Kasungu National Park extends along the Zambian border. It averages 1000 meters in elevation and is covered with woodlands and bush and numerous grassy river channels running through it. It provides home for elephants and hippos, antelope, impala, zebras and buffalo. The illustration shows a safari vehicle in the foreground and an elephant nearby, but the perspective belies the true size of our beloved creatures.
Try this photo.
Our elephants can be 4 meters tall!
African elephants are very social beings. Both the men and women have tusks. The elephants illustrated in the 50 kwacha note are a mother and child. Herds are led by a matriarch, usually the oldest woman and consist of their daughters, sisters and their children. The boys remain with the herd through adolescence and then generally move on. The men tend to be loners but will sometimes congregate in smaller bachelor pods. Now for the tree.
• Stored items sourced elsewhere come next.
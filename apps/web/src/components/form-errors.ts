// Puts the API's field errors (RFC 9457 `errors`) onto a react-hook-form form; returns what is left.
import type { FieldValues, Path, UseFormSetError } from 'react-hook-form';
import { ApiError } from '../lib/api-client.ts';
import { asSentence } from '../lib/format.ts';

export function applyServerErrors<T extends FieldValues>(
  err: unknown,
  setError: UseFormSetError<T>,
  known: readonly string[],
): string | null {
  if (!(err instanceof ApiError)) return 'Something went wrong. Try again.';
  const unplaced: string[] = [];
  for (const e of err.problem.errors ?? []) {
    const top = e.field.split('.')[0]!;
    if (known.includes(top)) setError(top as Path<T>, { type: 'server', message: e.message });
    else unplaced.push(`${e.field} ${e.message}`);
  }
  if (!err.problem.errors?.length) return err.message;
  return unplaced.length ? unplaced.join('; ') : null;
}

/** zod's messages read "must be …" after the field label. */
export function fieldMessage(message: string | undefined): string | undefined {
  return message ? asSentence(message) : undefined;
}
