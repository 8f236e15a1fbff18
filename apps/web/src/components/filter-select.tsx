// One filter of a list screen: a labelled select whose first choice means "no filter".
import { inputClass } from './field.tsx';

export interface FilterOption {
  value: string;
  label: string;
}

export function FilterSelect(p: {
  label: string;
  value: string;
  onChange: (value: string) => void;
  options: FilterOption[];
  anyLabel?: string;
  wide?: boolean;
}) {
  return (
    <label className="flex items-center gap-2">
      <span className="font-semibold">{p.label}</span>
      <select className={`${inputClass} w-auto ${p.wide ? '' : 'max-w-48'}`} value={p.value} onChange={(e) => p.onChange(e.target.value)}>
        <option value="">{p.anyLabel ?? 'Any'}</option>
        {p.options.map((o) => (
          <option key={o.value} value={o.value}>
            {o.label}
          </option>
        ))}
      </select>
    </label>
  );
}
If you look closely, them immensity of the tree trunk can be seen below baby’s neck and through mama’s legs. Yes, this appears to be none other than the wonderful Baobab! Please compare it to this photo from the field.
This baobab tree resides in Liwonde national Park, Malawi, which is just 250 miles are so, as the creatures roam, from Kasungu national park.
The baobab is also known as the “Tree of Life”.
As to why this particular tree is called the “Tolkein Tree”, well, that is a tale for another post.